# WHAT IS NEEDED
After locating the line that contains "axes.margins(y=0.25)" in the records below, write out exactly that line and each line after it through the one that contains "target = inputs.fit.analysis.sampler.target_ess", and nothing else.

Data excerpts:
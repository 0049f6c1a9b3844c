"""Evidence for or against convergence: traces, R-hat, sample sizes, autocorrelation times."""

from __future__ import annotations

import textwrap
from collections.abc import Hashable, Sequence
from typing import Any, Final

import numpy as np
from matplotlib.axes import Axes
from matplotlib.figure import Figure
from numpy.typing import NDArray

from fogline.figures.inputs import FigureInputs
from fogline.figures.style import COLOURS, SMALL, TWO_COLUMNS, WARNING, styled

Array = NDArray[np.float64]

N_TRACES: Final = 3
"""Parameters whose traces are drawn: those with the largest R-hat."""

TRUSTED_LENGTH: Final = 50.0
"""Chains shorter than this many autocorrelation times give no trusted estimate (emcee)."""

LINES: Final = ("-", "--", "-.", ":")


@styled
def draw(inputs: FigureInputs) -> Figure:
    """Draw traces of the least converged parameters and every diagnostic, under the verdict.

    Parameters
    ----------
    inputs : FigureInputs

    Returns
    -------
    matplotlib.figure.Figure
    """
    figure = Figure(figsize=(TWO_COLUMNS, 5.2), layout="constrained")
    _title(figure, inputs)
    slots: list[list[Hashable]] = [["trace0", "rhat"], ["trace1", "ess"], ["trace2", "growth"]]
    panels = figure.subplot_mosaic(slots)
    parameters = inputs.convergence["parameters"]
    for slot, index in enumerate(_least_converged(parameters)):
        _draw_trace(panels[f"trace{slot}"], inputs, index)
    for slot in range(len(parameters), N_TRACES):
        panels[f"trace{slot}"].set_axis_off()
    _draw_rhat(panels["rhat"], inputs)
    _draw_sizes(panels["ess"], inputs)
    _draw_growth(panels["growth"], inputs)
    return figure


def _title(figure: Figure, inputs: FigureInputs) -> None:
    if inputs.converged:
        figure.suptitle("converged")
        return
    reasons = [f"– {reason}" for reason in inputs.convergence.get("reasons", [])]
    lines = ["not converged", *(part for r in reasons for part in textwrap.wrap(r, 120))]
    figure.suptitle("\n".join(lines), color=WARNING)


def _number(value: Any) -> float:
    """Return a number of the JSON file; None stands for what is not finite."""
    return float("nan") if value is None else float(value)


def _least_converged(parameters: Sequence[dict[str, Any]]) -> list[int]:
    rhat = np.array([_number(p["rhat"]) for p in parameters])
    order = np.argsort(-np.where(np.isnan(rhat), np.inf, rhat), kind="stable")
    return sorted(int(i) for i in order[:N_TRACES])


def _draw_trace(axes: Axes, inputs: FigureInputs, index: int) -> None:
    for number, result in enumerate(inputs.ensembles):
        steps = result.thin * (1 + np.arange(len(result.chain)))
        lo, median, hi = np.quantile(result.chain[:, :, index], [0.16, 0.5, 0.84], axis=1)
        colour = COLOURS[number % len(COLOURS)]
        axes.fill_between(steps, lo, hi, color=colour, alpha=0.2, linewidth=0.0)
        axes.plot(steps, median, color=colour, linewidth=0.7, label=f"ensemble {result.index}")
    axes.set_xlabel("step after warm-up")
    axes.set_ylabel("prior sigmas")
    name = _label(inputs.convergence["parameters"][index]["name"])
    axes.set_title(f"{name}: median and 68% of the walkers", loc="left", pad=3.0)
    lo, hi = axes.get_ylim()
    axes.set_ylim(lo, hi + 0.22 * (hi - lo))
    axes.legend(loc="upper right", ncols=4)


def _label(name: str) -> str:
    kind, _, column = name.rstrip("]").partition("[")
    symbol = r"\log f" if kind == "log_f" else r"\gamma"
    return rf"${symbol}_{{{float(column):g}}}$" if column else name


def _parameter_axis(axes: Axes, parameters: Sequence[dict[str, Any]]) -> Array:
    x = np.arange(len(parameters), dtype=float)
    axes.set_xticks(x, [_label(p["name"]) for p in parameters], rotation=90, fontsize=SMALL)
    axes.tick_params(axis="x", which="minor", bottom=False, top=False)
    axes.set_xlim(-0.6, len(x) - 0.4)
    return x


def _draw_rhat(axes: Axes, inputs: FigureInputs) -> None:
    parameters = inputs.convergence["parameters"]
    allowed = inputs.fit.analysis.sampler.max_rhat
    excess = np.array([_number(p["rhat"]) for p in parameters]) - 1.0
    x = _parameter_axis(axes, parameters)
    axes.plot(x, np.maximum(excess, 1e-5), "o", color=COLOURS[0], gid="rhat")
    axes.axhline(allowed - 1.0, color=WARNING, linestyle="--", label="largest allowed")
    axes.set_yscale("log")
    axes.set_ylabel(r"$\hat{R} - 1$")
    axes.margins(y=0.25)
    axes.legend(loc="lower left")


def _draw_sizes(axes: Axes, inputs: FigureInputs) -> None:
    parameters = inputs.convergence["parameters"]
    target = inputs.fit.analysis.sampler.target_ess
    x = _parameter_axis(axes, parameters)
    for key, label, marker, colour in (
        ("ess_bulk", "bulk", "o", COLOURS[0]),
        ("ess_tail", "tail", "^", COLOURS[1]),
    ):
        sizes = [_number(p[key]) for p in parameters]
        axes.plot(x, sizes, marker, color=colour, label=label, gid=key)
    axes.axhline(target, color=WARNING, linestyle="--", label="target")
    axes.set_yscale("log")
    axes.set_ylim(0.2 * target)
    axes.set_ylabel("effective samples")
    axes.legend(loc="lower left", ncols=3)


def _draw_growth(axes: Axes, inputs: FigureInputs) -> None:
    for number, entry in enumerate(inputs.convergence["autocorrelation"]):
        times = [_number(time) for time in entry["time"]]
        axes.plot(
            entry["steps"],
            times,
            marker="o",
            color=COLOURS[number % len(COLOURS)],
            label=f"ensemble {entry['ensemble']}",
        )
    axes.set_xscale("log")
    axes.set_yscale("log")
    ends = np.array(axes.get_xlim())
    axes.plot(ends, ends / TRUSTED_LENGTH, "--", color=WARNING, label="chain length / 50")
    axes.set_xlim(*ends)
    axes.set_xlabel("chain length [steps]")
    axes.set_ylabel("autocorrelation\ntime [steps]")
    axes.legend(loc="upper left")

# YOUR SOLUTION
    axes.margins(y=0.25)
    axes.legend(loc="lower left")


def _draw_sizes(axes: Axes, inputs: FigureInputs) -> None:
    parameters = inputs.convergence["parameters"]
    target = inputs.fit.analysis.sampler.target_ess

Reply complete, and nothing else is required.